What’s really missing for the auto-scaling to fit in is all the context information that would provide a lot of the configuration information. The servers being auto-scaled don’t operate in a vacuum, they work in concert with other servers For example, most of our customers have two “base servers” that are not auto-scaled. They often have some extra functions, like acting as front-end www servers, but otherwise they’re configured just like the additional auto-scaled servers. Well, the config of those base servers and the auto-scaled ones share a lot in common, so it’s nice to be able to set all this up in one place for the whole deployment, and not individually for each server and the auto-scaling too.
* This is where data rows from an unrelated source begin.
// The sync engine: one run pushes the outbox in batches, uploads the files of accepted checks
// and pulls what changed. Plain functions over injected parts (database, API, clock) so it can
// be tested without a browser; the sync store runs it and shows the result.
import { SYNC_LIMITS, type PullResponse } from '@shared/schemas/sync'
import { ApiError, CLIENT_ERROR_CODES, errorMessage } from '@/api/errors'
import type { SyncApi } from '@/api/sync'
import type { SharpfieldDb } from '@/db/database'
import {
  applyResults,
  dueOps,
  failBatch,
  markSending,
  recoverSending,
  type OutboxRecord,
} from '@/db/outbox'
import { dueUploads, uploadBlob, uploadDone, uploadFailed } from '@/db/outboxUploads'
import { applyPull, deviceId, readCursor, SYNC_META_KEYS } from '@/db/syncCache'

export interface SyncEngineDeps {
  db: SharpfieldDb
  api: SyncApi
  /** The signed-in user, or null (nothing is sent then). */
  userId: () => number | null
  now?: () => number
  random?: () => number
  /** Called after each pulled page is applied (e.g. to reload screens). */
  onPulled?: (page: PullResponse) => void | Promise<void>
}

export interface SyncError {
  code: string
  message: string
}

export interface SyncReport {
  /** Operations acknowledged (applied or duplicate). */
  sent: number
  rejected: number
  uploaded: number
  pulledPages: number
  /** The server could not be reached. */
  offline: boolean
  /** Why the run stopped early, if it did. */
  error: SyncError | null
  /** The run reached the server at least once. */
  reachedServer: boolean
}

const MAX_BATCHES = 20
const MAX_PULL_PAGES = 50
/** After this many failed tries an upload the server keeps refusing with 404 is given up. */
const MAX_UPLOAD_404 = 8

function asSyncError(e: unknown): SyncError {
  return { code: e instanceof ApiError ? e.code : 'unknown', message: errorMessage(e) }
}

function isTransient(e: unknown): boolean {
  return (
    e instanceof ApiError &&
    (e.isConnectivity || e.status === 0 || e.status >= 500 || e.status === 429 || e.status === 408)
  )
}

const sessionOver = (e: unknown) =>
  e instanceof ApiError && (e.code === CLIENT_ERROR_CODES.sessionExpired || e.status === 401)

export function createSyncEngine(deps: SyncEngineDeps) {
  const now = deps.now ?? (() => Date.now())
  const random = deps.random ?? Math.random
  const { db, api } = deps

  async function pushAll(userId: number, force: boolean, report: SyncReport): Promise<boolean> {
    const device = await deviceId(db)
    for (let i = 0; i < MAX_BATCHES; i++) {
      const batch: OutboxRecord[] = await dueOps(db, userId, now(), {
        limit: SYNC_LIMITS.maxOpsPerPush,
        force,
      })
      if (batch.length === 0) return true
      await markSending(db, batch, now())
      try {
        const answer = await api.push({
          deviceId: device,
          ops: batch.map((op) => ({ id: op.id, kind: op.kind, payload: op.payload })),
        })
        report.reachedServer = true
        const s = await applyResults(db, batch, answer.results, now(), random)
        report.sent += s.done
        report.rejected += s.rejected
      } catch (e) {
        // Nothing was acknowledged: every op of the batch stays queued (the server may have
        // applied some; sending them again answers `duplicate`).
        await failBatch(db, batch, errorMessage(e), now(), random, !sessionOver(e))
        report.offline = e instanceof ApiError && e.isConnectivity
        report.error = asSyncError(e)
        return false
      }
    }
    return true
  }

  async function uploadAll(userId: number, force: boolean, report: SyncReport): Promise<boolean> {
    for (const u of await dueUploads(db, userId, now(), { force })) {
      const file = await uploadBlob(db, u)
      if (!file) {
        await uploadFailed(db, u, 'The file is no longer on this device.', {
          final: true,
          nowMs: now(),
        })
        continue
      }
      try {
        await api.upload(u.checkId, file.blob, file.name, u)
        report.reachedServer = true
        await uploadDone(db, u.id)
        report.uploaded++
      } catch (e) {
        if (sessionOver(e)) {
          report.error = asSyncError(e)
          return false
        }
        const notYet = e instanceof ApiError && e.status === 404 && u.attempts + 1 < MAX_UPLOAD_404
        const retry = isTransient(e) || notYet
        await uploadFailed(db, u, errorMessage(e), { final: !retry, nowMs: now(), random })
        if (e instanceof ApiError && e.isConnectivity) {
          report.offline = true
          report.error = asSyncError(e)
          return false
        }
      }
    }
    return true
  }

  async function pullAll(userId: number, report: SyncReport): Promise<void> {
    let cursor = await readCursor(db, userId)
    for (let page = 0; page < MAX_PULL_PAGES; page++) {
      const answer = await api.pull(cursor)
      report.reachedServer = true
      // The user may have signed out (or in as someone else) while the page was on its way.
      if (deps.userId() !== userId) return
      await applyPull(db, answer, userId, new Date(now()))
      report.pulledPages++
      await deps.onPulled?.(answer)
      cursor = answer.cursor
      if (!answer.hasMore) return
    }
  }

  /** One sync: push, upload, pull. `force` sends even what waits for its back-off time. */
  async function run(options: { force?: boolean } = {}): Promise<SyncReport> {
    const report: SyncReport = {
      sent: 0,
      rejected: 0,
      uploaded: 0,
      pulledPages: 0,
      offline: false,
      error: null,
      reachedServer: false,
    }
    const userId = deps.userId()
    if (userId === null) return report
    const force = options.force ?? false
    await recoverSending(db, now())
    if (!(await pushAll(userId, force, report))) return report
    if (!(await uploadAll(userId, force, report))) return report
    try {
      await pullAll(userId, report)
    } catch (e) {
      report.offline = e instanceof ApiError && e.isConnectivity
      report.error = asSyncError(e)
    }
    if (report.reachedServer && !report.error) {
      await db.meta.put({ key: SYNC_META_KEYS.lastSyncAt, value: new Date(now()).toISOString() })
    }
    return report
  }

  return { run }
}

export type SyncEngine = ReturnType<typeof createSyncEngine>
The same goes for other deployment-wide information, from the web site name to the credentials for accessing the database, all that is context that can be shared across all servers in a RightScale deployment.
What becomes even more painful is that any changes to what’s running on the servers, like a bug fix, requires creating a new image and relaunching the servers. This is where our ServerTemplates which build the server at boot time from a base image are a lot more flexible. You can make small changes to the server template, test that on an individual server on the side, and then slide it into the scaling. A neat alternative is being able to run a script that updates existing servers on the fly. In some cases you want a new server array that gradually scales up and takes the load over while the other scales down, other times you just want to run a quick script on the existing servers to patch up a minor config detail. You really do want the whole toolbox so you can pick the right tool for the job.
The good news is that the auto-scaling service itself is free. However, it requires that all launched instances use the CloudWatch monitoring service which costs $0.015 per instance hour.
I won’t repeat what I wrote at the beginning of the blog entry, but it’s great to see Amazon continue innovating at a break-neck pace! At a feature level what they’ve introduced tonight overlaps more with some features of RightScale than most other parts of their offering. Our focus is to provide an integrated solution on top of their array of infrastructure services. In particular, we have long had support for dynamic configuration management and advanced automation. More recently we have embraced portability across other cloud providers and even hybrid public/private clouds.